Figure 6. Comparison of dark matter (DM) halo parameters from Kormendy & Freeman (2014) with visible matter parameters from Kormendy & Bender (2012). DM parameters are from maximum-disk rotation curve decompositions (black circles) or from cored isothermal halo models applied to the dispersion profiles of dSph galaxies (black triangles) or to the V ∝ r rotation curves and velocity dispersions of HI in dIm galaxies (upside-down black triangles) (see Kormendy & Freeman 2014, the source of this figure). Central projected densities are plotted for DM halos; effective surface densities Σe = Σ(re) are shown for visible components. Here re is the radius that contains half of the light of the component. Surface brightnesses are converted to stellar surface densities using mass-to-light ratios M / LV = 8 for ellipticals, 5 for classical bulges and S0 disks, and 2 for spiral galaxy disks, Im galaxies, and Sph galaxies.
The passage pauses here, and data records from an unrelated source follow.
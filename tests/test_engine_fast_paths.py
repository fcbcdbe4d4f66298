"""The engine's fast paths: direct excess forms, node-pair doses, densities
in the standardised variables, block and chunk sizes.

References are outside the engine: scipy.integrate.quad (via
reference_integrals), scipy.stats densities and quantiles.
"""

from __future__ import annotations

import numpy as np
import pytest
from reference_integrals import expect_over, weibull_w_of_score
from scipy import stats

from doseattr.core.attribution import engine
from doseattr.core.attribution.fractions import excess_draws
from doseattr.core.attribution.scenarios import Cap, ReduceBy, Scale
from doseattr.core.attribution.standard import (
    GammaStandard,
    LogNormalStandard,
    WeibullStandard,
)
from doseattr.core.curves.base import Curve
from doseattr.core.curves.linear import LinearExcess
from doseattr.core.curves.loglinear import LogLinear
from doseattr.core.exposure.registry import FAMILIES


def _quad_excess(curve, family, params, m, scenario):
    """E[RR_m(g(X))] - 1 by scipy.integrate.quad, split at every kink."""
    dist = family.scipy(params)
    top = np.inf if curve.max_dose is None else curve.max_dose

    def excess(x):
        y = x if scenario is None else float(scenario.apply(np.array([x]), m)[0])
        y = min(max(y, m), top)
        lr = curve.model.log_rr(np.array([y, m]), curve.coef)
        return float(np.expm1(lr[0] - lr[1]))

    pts = [m] + ([] if curve.max_dose is None else [curve.max_dose])
    if scenario is not None:
        pts = [*scenario.preimage(np.array(pts)), *scenario.own_kinks()]
    return expect_over(excess, dist, pts, epsrel=1e-12, limit=500)


CASES = [
    # linear, reference dose away from 0, cap below the minimum-risk level
    (Curve(LinearExcess(reference_dose=1.0), np.array([0.08]), np.eye(1), max_dose=40.0),
     Cap(3.0), 5.0),
    # decreasing linear curve held flat (RR stays above the floor)
    (Curve(LinearExcess(), np.array([-0.01]), np.eye(1), max_dose=50.0), Scale(0.5), 2.0),
    (Curve(LinearExcess(), np.array([0.05]), np.eye(1)), ReduceBy(2.0), 1.0),
    (Curve(LogLinear(reference_dose=2.0), np.array([0.07]), np.eye(1), max_dose=30.0),
     ReduceBy(4.0), 3.0),
    (Curve(LogLinear(), np.array([-0.05]), np.eye(1)), Cap(10.0), 0.5),
]


@pytest.mark.parametrize("case", range(len(CASES)))
@pytest.mark.parametrize("fam,p", [("lognormal", [6.0, 2.5]), ("gamma", [1.5, 4.0]),
                                   ("weibull", [1.3, 8.0])])
def test_direct_excess_matches_quad(case, fam, p):
    curve, scenario, m = CASES[case]
    family = FAMILIES[fam]
    got = excess_draws(curve, curve.coef, family, np.array(p), 0.0, m, scenario)[0]
    ref = _quad_excess(curve, family, np.array(p), m, scenario)  # scipy.integrate.quad
    assert got == pytest.approx(ref, rel=1e-8, abs=1e-15)


def test_block_and_chunk_sizes_do_not_change_draws(monkeypatch):
    """Contract: each draw's result depends on that draw alone, so blocks of
    7 draws and chunks of 40 values give the defaults' results."""
    rng = np.random.default_rng(3)
    curve = Curve(LogLinear(), np.array([0.3]), np.eye(1), max_dose=25.0)
    coef = rng.normal(0.3, 0.03, size=(50, 1))
    params = np.column_stack([np.exp(rng.normal(1.5, 0.2, 50)), rng.uniform(1.5, 3.0, 50)])
    family = FAMILIES["lognormal"]
    base = excess_draws(curve, coef, family, params, 0.0, 1.0, Scale(0.8))
    monkeypatch.setattr(engine, "BLOCK_DRAWS", 7)
    monkeypatch.setattr(engine, "CHUNK_VALUES", 40)
    small = excess_draws(curve, coef, family, params, 0.0, 1.0, Scale(0.8))
    np.testing.assert_allclose(small, base, rtol=1e-13)


def test_log_densities_in_standard_variables():
    """Log densities of W: lognormal z ~ N(0, 1) (scipy.stats.norm); Weibull
    u = ln E, E ~ Exp(1), the minimum Gumbel (scipy.stats.gumbel_l); gamma
    w = ln Y, Y ~ Gamma(k, 1) (scipy.stats.loggamma), for shapes on both
    sides of DOSE_SHAPE, where the density is formed from the doses."""
    w = np.linspace(-6.0, 3.0, 41)[None, :]
    ln = LogNormalStandard(FAMILIES["lognormal"])
    np.testing.assert_allclose(ln.log_density(w.copy(), np.array([[3.0, 2.0]])),
                               stats.norm.logpdf(w), rtol=1e-13)
    wb = WeibullStandard(FAMILIES["weibull"])
    np.testing.assert_allclose(wb.log_density(w.copy(), np.array([[1.7, 5.0]])),
                               stats.gumbel_l.logpdf(w), rtol=1e-12, atol=1e-13)
    gm = GammaStandard(FAMILIES["gamma"])
    for k, theta in ((0.4, 3.0), (7.0, 0.2), (300.0, 1e-3), (5000.0, 2.0)):
        wk = np.log(k) + w / np.sqrt(k)
        got = gm.log_density(wk.copy(), np.array([[k, theta]]))
        np.testing.assert_allclose(got, stats.loggamma.logpdf(wk, k), rtol=1e-9, atol=1e-9)


def test_weibull_normal_scores():
    """zeta(u) = Phi^{-1}(1 - exp(-e^u)) (scipy.stats.norm.ppf/isf of the
    closed-form CDF) and from_zeta its inverse, on both sides of the median."""
    wb = WeibullStandard(FAMILIES["weibull"])
    u = np.linspace(-20.0, 4.0, 61)[None, :]
    e = np.exp(u)
    ref = np.where(e < np.log(2.0), stats.norm.ppf(-np.expm1(-e)), stats.norm.isf(np.exp(-e)))
    np.testing.assert_allclose(wb.zeta(u.copy(), None), ref, rtol=1e-10, atol=1e-12)
    z = np.linspace(-7.5, 30.0, 76)[None, :]
    back = wb.from_zeta(z.copy(), None)
    np.testing.assert_allclose(back, weibull_w_of_score(z), rtol=1e-12, atol=1e-12)


@pytest.mark.parametrize("n", [8, 16, 32])
def test_legendre_rule_is_exact_to_degree_2n_minus_1(n):
    """The engine's Gauss-Legendre rule: integral of x^k over [-1, 1] is
    2/(k+1) for even k, 0 for odd (closed form) for every k < 2n, and the
    rule agrees with scipy.special.roots_legendre (reference library)."""
    import numpy as np
    from scipy.special import roots_legendre

    from doseattr.core.attribution.engine import _legendre

    x, w = _legendre(n)
    for k in range(2 * n):
        exact = 2.0 / (k + 1) if k % 2 == 0 else 0.0
        assert abs(float(w @ x**k) - exact) < 4e-16 * (1 + exact)
    xs, ws = roots_legendre(n)
    np.testing.assert_allclose(x, xs, rtol=0, atol=1e-15)
    np.testing.assert_allclose(w, ws, rtol=2e-12)  # scipy float64 weights: ~1e-13 off


def test_draws_with_different_panel_counts_match_each_draw_alone(monkeypatch):
    """Contract: where the draws of a block need different numbers of panels
    (a panel per row then, no padding), each draw's result is the one it
    gets alone (one draw: one panel layout), and matches quad."""
    rng = np.random.default_rng(11)
    curve = Curve(LogLinear(), np.array([0.4]), np.eye(1), max_dose=30.0)
    coef = rng.normal(0.4, 0.1, size=(30, 1))
    # gamma shapes 1.6 to 55 and scales 1.2 to 6: means either side of the
    # flat point, one to several body panels, graded panels for some draws
    params = np.column_stack([np.exp(rng.uniform(0.5, 4.0, 30)), rng.uniform(1.2, 6.0, 30)])
    family = FAMILIES["gamma"]
    layouts = []
    groups = engine._groups

    def spy(*args):
        out = groups(*args)
        layouts.append([g.draw is not None for g in out])
        return out

    monkeypatch.setattr(engine, "_groups", spy)
    together = excess_draws(curve, coef, family, params, 0.0, 2.0, ReduceBy(3.0))
    assert any(any(kinds) for kinds in layouts)  # the per-row layout was used
    alone = np.array([excess_draws(curve, coef[i:i + 1], family, params[i], 0.0, 2.0,
                                   ReduceBy(3.0))[0] for i in range(30)])
    np.testing.assert_allclose(together, alone, rtol=1e-13)
    for i in range(0, 30, 6):
        c = Curve(LogLinear(), coef[i], np.eye(1), max_dose=30.0)
        ref = _quad_excess(c, family, params[i], 2.0, ReduceBy(3.0))  # scipy.integrate.quad
        assert together[i] == pytest.approx(ref, rel=1e-8)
The important point here is this: At MV > -18, tinier dwarfs are more DM dominated, until by MV -10, they are essentially dark galaxies with just enough of a frosting of stars so that they can be detected. I emphasize two important points: (1) The differences between dIm and dSph galaxies in all parameter correlations shown in this paper are small. Whether or not a galaxy retains cold gas and can still form stars in today's Universe is a second-order effect. This argues - as Dekel & Silk (1986) already emphasized - that the primary effect that engineers the parameter correlations is supernova-driven baryon blowout or another process (such as a failure to capture baryons before cosmic reionization) that has the same effect. (2) Kormendy & Freeman (2014) suggest that there exists a large population of tiny halos that are essentially completely dark and that the discoverable galaxies at MV -13 represent a smaller and smaller fraction of tinier DM halos. This has been suggested as the solution to the problem that the fluctuation spectrum of cold dark matter predicts more dwarfs than are observed in environments like the Local Group (e.g., Moore et al. 1999; Klypin et al. 1999).